WORK TO COMPLETE: Of all the lines below, output only those starting at the one with "shared pixel. */" and ending at the one with "stage_box(&s, 10, 10, 2, 15, 30, 8, 0);", both ends included, exactly as written.

WORKING DATA:

--*--

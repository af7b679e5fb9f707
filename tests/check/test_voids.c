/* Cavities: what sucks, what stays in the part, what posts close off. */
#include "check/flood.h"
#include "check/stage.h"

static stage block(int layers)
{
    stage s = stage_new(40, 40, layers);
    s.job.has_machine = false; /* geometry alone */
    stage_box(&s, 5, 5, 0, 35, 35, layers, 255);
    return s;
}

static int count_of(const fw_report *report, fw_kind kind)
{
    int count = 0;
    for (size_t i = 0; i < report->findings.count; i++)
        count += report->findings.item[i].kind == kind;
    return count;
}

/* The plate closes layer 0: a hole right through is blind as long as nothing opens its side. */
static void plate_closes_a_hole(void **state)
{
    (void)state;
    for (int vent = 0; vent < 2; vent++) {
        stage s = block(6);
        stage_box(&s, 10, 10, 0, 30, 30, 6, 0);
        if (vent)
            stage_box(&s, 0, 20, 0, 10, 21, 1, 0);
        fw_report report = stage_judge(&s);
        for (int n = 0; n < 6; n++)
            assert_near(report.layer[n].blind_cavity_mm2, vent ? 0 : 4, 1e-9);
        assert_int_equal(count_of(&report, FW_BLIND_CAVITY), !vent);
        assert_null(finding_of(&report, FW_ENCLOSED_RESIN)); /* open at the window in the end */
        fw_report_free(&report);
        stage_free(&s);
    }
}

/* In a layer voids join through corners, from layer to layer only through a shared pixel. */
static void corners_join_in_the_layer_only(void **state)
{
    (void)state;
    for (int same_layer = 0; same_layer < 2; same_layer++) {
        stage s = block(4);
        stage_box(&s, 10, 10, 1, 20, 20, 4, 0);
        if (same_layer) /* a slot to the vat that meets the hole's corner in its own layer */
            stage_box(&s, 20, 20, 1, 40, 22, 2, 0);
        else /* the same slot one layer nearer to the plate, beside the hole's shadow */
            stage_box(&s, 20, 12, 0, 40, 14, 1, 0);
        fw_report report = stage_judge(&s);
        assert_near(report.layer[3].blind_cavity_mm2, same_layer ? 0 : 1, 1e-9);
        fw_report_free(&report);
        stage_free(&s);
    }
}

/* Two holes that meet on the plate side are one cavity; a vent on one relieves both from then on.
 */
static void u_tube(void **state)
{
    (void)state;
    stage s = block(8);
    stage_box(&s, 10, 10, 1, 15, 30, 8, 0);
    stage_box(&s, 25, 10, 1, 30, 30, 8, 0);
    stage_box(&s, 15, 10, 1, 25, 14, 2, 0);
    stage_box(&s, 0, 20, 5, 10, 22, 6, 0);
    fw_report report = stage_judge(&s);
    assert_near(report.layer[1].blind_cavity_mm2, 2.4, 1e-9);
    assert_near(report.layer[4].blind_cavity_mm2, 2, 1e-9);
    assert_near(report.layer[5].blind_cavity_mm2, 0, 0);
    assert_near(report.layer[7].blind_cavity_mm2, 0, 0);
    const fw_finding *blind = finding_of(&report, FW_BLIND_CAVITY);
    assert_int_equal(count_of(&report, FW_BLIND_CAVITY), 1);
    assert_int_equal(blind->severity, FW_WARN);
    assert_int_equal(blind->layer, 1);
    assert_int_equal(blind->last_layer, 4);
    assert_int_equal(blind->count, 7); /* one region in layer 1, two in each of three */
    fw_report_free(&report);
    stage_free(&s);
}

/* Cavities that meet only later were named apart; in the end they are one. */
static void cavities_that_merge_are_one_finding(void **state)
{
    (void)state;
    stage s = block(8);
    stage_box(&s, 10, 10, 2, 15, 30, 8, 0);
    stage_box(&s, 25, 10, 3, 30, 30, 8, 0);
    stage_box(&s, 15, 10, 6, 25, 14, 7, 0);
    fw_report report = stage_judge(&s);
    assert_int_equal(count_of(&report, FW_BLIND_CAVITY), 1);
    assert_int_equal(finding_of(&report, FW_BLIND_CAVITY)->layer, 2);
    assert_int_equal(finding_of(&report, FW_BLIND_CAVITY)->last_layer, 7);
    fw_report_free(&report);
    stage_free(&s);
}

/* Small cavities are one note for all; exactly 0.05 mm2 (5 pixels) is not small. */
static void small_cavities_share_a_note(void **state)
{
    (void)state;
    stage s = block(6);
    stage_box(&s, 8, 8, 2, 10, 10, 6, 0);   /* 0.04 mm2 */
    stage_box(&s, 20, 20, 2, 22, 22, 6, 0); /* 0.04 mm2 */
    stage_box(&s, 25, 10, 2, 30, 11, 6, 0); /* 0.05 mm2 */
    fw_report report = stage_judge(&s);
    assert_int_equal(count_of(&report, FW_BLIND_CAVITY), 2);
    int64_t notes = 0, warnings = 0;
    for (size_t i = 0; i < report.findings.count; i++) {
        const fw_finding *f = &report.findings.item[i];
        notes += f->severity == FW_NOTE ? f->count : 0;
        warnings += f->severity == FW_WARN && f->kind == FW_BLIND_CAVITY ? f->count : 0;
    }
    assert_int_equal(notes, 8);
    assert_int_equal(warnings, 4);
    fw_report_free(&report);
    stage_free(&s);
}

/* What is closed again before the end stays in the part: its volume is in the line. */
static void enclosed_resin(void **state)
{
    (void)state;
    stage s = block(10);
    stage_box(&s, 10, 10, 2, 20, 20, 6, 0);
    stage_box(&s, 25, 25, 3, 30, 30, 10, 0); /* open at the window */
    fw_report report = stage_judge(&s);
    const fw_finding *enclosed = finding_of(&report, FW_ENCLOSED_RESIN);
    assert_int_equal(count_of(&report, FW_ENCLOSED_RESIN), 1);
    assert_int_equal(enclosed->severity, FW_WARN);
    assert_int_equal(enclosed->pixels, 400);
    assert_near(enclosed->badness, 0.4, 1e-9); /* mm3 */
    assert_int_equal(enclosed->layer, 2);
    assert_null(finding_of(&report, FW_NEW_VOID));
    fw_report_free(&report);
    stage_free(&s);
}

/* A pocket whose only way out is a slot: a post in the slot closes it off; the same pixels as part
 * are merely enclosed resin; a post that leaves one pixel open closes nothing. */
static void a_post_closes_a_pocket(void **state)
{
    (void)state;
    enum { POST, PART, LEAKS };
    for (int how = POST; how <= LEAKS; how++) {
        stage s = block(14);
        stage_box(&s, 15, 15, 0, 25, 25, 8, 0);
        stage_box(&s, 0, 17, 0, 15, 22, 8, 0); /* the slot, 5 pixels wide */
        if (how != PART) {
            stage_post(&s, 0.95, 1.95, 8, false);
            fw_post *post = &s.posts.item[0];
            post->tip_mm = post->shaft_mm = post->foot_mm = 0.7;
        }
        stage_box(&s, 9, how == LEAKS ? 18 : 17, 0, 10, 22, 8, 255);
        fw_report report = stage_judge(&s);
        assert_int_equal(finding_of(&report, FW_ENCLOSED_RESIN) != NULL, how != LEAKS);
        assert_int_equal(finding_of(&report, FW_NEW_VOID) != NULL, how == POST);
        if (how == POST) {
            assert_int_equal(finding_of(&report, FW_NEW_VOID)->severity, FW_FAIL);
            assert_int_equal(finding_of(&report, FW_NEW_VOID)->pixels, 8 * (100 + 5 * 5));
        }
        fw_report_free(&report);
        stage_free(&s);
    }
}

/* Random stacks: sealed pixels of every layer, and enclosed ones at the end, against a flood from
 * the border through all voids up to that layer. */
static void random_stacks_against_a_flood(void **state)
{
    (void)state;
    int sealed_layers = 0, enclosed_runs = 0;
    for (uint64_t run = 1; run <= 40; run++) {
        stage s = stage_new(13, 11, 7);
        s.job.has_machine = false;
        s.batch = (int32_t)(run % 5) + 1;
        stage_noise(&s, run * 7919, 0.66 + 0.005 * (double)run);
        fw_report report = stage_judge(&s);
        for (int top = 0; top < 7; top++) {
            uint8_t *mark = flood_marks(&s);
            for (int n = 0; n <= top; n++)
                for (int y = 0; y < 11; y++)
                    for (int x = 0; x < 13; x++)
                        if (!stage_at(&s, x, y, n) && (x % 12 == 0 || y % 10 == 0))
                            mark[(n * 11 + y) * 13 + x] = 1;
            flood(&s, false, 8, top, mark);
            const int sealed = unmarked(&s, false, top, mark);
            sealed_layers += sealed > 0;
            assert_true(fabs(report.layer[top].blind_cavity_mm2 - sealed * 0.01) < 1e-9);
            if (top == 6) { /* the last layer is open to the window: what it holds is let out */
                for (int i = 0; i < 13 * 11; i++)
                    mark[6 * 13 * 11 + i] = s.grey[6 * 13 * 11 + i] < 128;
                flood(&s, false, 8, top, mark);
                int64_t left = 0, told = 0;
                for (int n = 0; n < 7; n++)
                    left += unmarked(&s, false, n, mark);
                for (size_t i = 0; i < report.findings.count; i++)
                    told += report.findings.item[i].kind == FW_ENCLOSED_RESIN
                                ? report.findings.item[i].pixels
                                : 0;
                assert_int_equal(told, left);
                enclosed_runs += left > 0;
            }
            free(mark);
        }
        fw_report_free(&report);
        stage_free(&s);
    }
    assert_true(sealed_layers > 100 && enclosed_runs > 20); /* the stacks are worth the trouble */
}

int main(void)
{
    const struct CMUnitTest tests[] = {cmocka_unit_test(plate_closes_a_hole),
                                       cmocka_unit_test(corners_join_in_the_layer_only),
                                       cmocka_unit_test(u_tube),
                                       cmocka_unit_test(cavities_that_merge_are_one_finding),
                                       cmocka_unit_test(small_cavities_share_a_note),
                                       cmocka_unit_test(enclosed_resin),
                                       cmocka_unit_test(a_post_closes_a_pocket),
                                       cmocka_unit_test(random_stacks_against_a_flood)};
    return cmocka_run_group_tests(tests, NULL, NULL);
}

--*--

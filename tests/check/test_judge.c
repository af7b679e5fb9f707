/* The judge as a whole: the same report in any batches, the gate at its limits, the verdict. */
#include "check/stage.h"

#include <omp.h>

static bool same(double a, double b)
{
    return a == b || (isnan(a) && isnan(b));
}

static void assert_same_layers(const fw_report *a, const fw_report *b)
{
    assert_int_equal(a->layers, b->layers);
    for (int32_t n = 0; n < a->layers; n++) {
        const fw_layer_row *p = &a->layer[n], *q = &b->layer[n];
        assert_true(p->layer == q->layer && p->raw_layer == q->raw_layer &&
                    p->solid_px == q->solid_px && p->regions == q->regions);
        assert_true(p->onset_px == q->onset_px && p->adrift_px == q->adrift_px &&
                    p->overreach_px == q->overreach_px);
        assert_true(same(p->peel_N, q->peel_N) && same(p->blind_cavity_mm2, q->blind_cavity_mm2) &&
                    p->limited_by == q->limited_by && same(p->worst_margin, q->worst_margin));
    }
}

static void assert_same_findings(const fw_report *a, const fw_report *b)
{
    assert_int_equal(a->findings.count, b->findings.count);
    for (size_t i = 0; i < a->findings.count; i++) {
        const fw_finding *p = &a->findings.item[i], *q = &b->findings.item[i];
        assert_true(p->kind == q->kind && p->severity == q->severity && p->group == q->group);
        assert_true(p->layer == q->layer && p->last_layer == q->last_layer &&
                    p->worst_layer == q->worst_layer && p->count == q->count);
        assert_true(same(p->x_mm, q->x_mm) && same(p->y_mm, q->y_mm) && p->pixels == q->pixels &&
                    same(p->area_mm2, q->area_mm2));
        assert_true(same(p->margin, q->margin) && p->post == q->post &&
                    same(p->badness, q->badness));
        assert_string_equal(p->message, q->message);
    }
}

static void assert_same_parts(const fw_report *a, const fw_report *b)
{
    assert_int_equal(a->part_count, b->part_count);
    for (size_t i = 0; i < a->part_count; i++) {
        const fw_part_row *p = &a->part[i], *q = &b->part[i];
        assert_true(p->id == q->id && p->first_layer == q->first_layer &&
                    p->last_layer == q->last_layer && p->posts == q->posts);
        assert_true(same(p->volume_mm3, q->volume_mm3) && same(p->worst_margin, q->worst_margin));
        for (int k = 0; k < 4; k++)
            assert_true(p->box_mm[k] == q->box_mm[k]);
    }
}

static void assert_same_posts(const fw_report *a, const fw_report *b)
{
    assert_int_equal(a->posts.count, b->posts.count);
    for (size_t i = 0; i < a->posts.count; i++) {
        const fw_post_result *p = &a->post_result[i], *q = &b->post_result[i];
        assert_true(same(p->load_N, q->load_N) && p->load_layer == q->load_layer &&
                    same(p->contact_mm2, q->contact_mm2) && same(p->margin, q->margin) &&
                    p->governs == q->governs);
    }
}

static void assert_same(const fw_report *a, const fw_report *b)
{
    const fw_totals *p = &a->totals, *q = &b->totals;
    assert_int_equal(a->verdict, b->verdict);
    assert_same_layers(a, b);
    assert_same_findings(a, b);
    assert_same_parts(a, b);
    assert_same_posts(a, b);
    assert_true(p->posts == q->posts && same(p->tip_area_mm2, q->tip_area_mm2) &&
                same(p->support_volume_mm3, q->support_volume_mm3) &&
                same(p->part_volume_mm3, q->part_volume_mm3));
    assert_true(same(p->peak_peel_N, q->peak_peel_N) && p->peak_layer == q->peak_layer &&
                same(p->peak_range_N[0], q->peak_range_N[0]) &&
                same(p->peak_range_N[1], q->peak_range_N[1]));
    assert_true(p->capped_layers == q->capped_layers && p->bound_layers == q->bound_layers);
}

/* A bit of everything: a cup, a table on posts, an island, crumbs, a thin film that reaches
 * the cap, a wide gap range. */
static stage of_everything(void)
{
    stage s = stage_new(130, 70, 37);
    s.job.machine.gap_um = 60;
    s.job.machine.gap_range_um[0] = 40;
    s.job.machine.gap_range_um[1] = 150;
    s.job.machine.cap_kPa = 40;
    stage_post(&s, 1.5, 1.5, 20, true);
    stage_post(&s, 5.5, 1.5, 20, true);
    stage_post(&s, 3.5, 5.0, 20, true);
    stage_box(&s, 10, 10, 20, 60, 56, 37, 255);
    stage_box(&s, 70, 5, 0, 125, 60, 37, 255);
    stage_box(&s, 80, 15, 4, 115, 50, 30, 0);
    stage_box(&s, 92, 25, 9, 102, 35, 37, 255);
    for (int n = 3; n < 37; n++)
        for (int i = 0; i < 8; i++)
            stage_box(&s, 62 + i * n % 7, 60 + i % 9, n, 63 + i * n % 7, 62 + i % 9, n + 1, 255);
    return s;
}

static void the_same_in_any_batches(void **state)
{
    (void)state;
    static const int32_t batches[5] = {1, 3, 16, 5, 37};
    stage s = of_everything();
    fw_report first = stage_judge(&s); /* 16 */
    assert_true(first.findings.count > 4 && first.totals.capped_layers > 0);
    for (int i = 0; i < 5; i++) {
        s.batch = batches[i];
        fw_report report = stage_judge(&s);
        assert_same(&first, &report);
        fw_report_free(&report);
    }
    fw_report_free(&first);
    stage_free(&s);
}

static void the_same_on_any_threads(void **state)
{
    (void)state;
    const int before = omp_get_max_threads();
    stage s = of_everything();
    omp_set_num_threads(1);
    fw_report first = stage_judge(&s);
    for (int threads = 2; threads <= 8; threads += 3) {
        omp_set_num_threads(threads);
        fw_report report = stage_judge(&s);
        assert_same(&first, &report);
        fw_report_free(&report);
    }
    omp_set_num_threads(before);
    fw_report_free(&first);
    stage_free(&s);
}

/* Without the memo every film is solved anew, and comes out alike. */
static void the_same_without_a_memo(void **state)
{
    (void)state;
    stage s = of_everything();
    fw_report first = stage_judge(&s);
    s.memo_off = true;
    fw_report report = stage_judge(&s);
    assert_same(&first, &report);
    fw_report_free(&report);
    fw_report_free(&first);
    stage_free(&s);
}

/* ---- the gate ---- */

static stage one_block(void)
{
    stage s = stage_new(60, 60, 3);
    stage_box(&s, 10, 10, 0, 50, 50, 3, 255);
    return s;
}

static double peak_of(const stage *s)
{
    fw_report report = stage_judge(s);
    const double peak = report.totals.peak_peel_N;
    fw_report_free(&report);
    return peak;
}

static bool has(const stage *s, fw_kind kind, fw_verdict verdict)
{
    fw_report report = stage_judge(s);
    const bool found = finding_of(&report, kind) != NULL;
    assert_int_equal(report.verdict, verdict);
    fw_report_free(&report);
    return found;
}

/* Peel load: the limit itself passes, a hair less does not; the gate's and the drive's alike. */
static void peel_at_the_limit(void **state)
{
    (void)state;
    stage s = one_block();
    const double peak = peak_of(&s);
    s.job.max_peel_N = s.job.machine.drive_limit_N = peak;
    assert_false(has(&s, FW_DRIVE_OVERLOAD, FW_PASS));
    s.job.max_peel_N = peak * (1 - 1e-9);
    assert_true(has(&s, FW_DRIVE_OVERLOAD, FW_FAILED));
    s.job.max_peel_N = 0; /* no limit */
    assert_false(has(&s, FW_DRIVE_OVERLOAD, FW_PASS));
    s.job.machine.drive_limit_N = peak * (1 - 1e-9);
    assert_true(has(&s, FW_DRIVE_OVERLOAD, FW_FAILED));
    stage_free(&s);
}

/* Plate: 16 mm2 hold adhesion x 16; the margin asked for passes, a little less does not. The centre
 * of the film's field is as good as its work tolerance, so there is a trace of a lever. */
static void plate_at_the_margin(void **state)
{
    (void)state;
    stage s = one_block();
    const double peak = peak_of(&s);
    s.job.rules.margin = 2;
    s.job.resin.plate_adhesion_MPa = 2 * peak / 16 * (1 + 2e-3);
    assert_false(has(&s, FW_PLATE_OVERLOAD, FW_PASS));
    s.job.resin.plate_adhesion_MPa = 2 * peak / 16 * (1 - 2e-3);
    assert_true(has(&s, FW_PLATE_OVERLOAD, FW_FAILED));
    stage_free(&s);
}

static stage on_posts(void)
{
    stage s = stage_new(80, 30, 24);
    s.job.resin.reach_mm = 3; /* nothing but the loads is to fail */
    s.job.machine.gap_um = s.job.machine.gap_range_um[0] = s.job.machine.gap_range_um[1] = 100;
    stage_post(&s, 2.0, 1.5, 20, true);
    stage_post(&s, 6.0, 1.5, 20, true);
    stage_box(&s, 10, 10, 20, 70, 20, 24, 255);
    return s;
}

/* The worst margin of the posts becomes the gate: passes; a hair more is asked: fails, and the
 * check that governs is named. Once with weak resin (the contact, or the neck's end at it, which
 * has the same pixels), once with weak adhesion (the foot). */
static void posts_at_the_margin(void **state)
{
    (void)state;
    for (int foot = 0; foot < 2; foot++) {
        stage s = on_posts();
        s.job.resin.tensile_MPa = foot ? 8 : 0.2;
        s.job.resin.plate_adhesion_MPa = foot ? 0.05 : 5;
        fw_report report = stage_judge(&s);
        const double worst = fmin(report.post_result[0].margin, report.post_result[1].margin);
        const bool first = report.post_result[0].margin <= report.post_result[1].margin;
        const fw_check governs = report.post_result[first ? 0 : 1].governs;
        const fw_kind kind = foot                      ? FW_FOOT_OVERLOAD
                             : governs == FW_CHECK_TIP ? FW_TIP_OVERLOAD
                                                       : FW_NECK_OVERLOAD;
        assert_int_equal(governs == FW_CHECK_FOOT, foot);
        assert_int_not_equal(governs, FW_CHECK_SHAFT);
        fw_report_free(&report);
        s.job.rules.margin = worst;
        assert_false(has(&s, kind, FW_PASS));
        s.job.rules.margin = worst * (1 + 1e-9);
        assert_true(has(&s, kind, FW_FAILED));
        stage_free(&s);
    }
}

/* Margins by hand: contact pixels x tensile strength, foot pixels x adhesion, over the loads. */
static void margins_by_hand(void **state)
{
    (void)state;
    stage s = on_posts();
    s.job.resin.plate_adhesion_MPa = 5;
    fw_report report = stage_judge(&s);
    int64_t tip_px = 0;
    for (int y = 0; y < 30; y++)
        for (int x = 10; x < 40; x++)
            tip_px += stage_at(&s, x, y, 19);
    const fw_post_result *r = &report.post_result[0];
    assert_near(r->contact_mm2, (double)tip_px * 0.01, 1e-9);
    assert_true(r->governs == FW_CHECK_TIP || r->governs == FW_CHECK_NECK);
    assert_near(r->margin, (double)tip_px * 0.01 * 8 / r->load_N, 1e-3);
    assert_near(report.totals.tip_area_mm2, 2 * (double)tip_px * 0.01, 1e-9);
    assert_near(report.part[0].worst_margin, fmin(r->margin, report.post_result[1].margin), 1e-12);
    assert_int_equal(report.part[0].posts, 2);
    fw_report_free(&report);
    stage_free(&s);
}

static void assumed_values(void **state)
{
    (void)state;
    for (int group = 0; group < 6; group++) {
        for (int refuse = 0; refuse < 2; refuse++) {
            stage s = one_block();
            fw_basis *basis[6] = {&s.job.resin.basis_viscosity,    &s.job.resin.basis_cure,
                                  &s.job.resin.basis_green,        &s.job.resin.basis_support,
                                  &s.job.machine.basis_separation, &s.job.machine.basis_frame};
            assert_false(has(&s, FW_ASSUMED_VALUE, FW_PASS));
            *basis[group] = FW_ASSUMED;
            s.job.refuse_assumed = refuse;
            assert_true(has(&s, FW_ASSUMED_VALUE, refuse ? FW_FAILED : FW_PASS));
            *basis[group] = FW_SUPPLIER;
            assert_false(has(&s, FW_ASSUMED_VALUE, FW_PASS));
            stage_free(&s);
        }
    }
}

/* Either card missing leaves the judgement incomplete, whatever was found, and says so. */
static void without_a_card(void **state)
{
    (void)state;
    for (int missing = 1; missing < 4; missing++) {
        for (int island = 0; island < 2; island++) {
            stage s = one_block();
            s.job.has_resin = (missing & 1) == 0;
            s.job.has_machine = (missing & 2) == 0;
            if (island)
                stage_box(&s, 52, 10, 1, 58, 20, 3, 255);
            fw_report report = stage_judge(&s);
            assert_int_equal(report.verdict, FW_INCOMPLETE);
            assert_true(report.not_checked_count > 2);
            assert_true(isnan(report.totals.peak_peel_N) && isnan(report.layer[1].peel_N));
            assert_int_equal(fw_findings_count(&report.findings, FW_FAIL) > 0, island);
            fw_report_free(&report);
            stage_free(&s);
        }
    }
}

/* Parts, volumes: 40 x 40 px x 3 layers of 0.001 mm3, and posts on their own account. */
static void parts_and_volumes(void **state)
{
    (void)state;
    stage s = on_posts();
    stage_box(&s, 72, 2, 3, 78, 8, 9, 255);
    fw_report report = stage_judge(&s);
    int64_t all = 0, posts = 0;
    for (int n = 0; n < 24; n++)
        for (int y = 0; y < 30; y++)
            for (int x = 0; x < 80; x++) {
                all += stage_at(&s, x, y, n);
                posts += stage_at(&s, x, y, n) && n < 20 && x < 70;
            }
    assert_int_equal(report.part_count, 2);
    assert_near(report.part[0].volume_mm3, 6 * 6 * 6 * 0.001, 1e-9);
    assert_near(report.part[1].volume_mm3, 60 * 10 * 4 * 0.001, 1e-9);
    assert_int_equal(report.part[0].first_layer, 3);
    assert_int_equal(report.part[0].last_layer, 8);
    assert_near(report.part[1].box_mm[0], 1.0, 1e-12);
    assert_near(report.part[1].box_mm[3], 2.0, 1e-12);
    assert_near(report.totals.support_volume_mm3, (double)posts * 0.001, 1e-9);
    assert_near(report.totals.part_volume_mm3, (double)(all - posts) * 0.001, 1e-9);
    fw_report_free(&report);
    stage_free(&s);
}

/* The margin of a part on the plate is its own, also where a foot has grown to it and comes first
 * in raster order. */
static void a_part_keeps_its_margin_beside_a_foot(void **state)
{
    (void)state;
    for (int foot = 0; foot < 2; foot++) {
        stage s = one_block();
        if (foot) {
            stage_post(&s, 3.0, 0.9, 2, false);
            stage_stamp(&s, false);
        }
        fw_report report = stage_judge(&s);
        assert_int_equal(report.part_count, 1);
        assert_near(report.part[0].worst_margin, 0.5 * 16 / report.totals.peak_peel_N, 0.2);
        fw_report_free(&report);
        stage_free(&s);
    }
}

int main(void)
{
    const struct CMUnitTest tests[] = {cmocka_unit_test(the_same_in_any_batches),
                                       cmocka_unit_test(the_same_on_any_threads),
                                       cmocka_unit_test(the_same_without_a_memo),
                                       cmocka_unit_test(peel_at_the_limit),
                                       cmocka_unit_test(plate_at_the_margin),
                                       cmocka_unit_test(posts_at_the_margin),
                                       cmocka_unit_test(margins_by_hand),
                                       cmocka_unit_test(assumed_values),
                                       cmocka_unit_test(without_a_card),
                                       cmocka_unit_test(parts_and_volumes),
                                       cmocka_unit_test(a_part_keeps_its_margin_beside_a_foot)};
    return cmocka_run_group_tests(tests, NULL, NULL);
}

--*--

TASK SOLUTION:
/* In a layer voids join through corners, from layer to layer only through a shared pixel. */
static void corners_join_in_the_layer_only(void **state)
{
    (void)state;
    for (int same_layer = 0; same_layer < 2; same_layer++) {
        stage s = block(4);
        stage_box(&s, 10, 10, 1, 20, 20, 4, 0);
        if (same_layer) /* a slot to the vat that meets the hole's corner in its own layer */
            stage_box(&s, 20, 20, 1, 40, 22, 2, 0);
        else /* the same slot one layer nearer to the plate, beside the hole's shadow */
            stage_box(&s, 20, 12, 0, 40, 14, 1, 0);
        fw_report report = stage_judge(&s);
        assert_near(report.layer[3].blind_cavity_mm2, same_layer ? 0 : 1, 1e-9);
        fw_report_free(&report);
        stage_free(&s);
    }
}

/* Two holes that meet on the plate side are one cavity; a vent on one relieves both from then on.
 */
static void u_tube(void **state)
{
    (void)state;
    stage s = block(8);
    stage_box(&s, 10, 10, 1, 15, 30, 8, 0);
    stage_box(&s, 25, 10, 1, 30, 30, 8, 0);
    stage_box(&s, 15, 10, 1, 25, 14, 2, 0);
    stage_box(&s, 0, 20, 5, 10, 22, 6, 0);
    fw_report report = stage_judge(&s);
    assert_near(report.layer[1].blind_cavity_mm2, 2.4, 1e-9);
    assert_near(report.layer[4].blind_cavity_mm2, 2, 1e-9);
    assert_near(report.layer[5].blind_cavity_mm2, 0, 0);
    assert_near(report.layer[7].blind_cavity_mm2, 0, 0);
    const fw_finding *blind = finding_of(&report, FW_BLIND_CAVITY);
    assert_int_equal(count_of(&report, FW_BLIND_CAVITY), 1);
    assert_int_equal(blind->severity, FW_WARN);
    assert_int_equal(blind->layer, 1);
    assert_int_equal(blind->last_layer, 4);
    assert_int_equal(blind->count, 7); /* one region in layer 1, two in each of three */
    fw_report_free(&report);
    stage_free(&s);
}

/* Cavities that meet only later were named apart; in the end they are one. */
static void cavities_that_merge_are_one_finding(void **state)
{
    (void)state;
    stage s = block(8);
    stage_box(&s, 10, 10, 2, 15, 30, 8, 0);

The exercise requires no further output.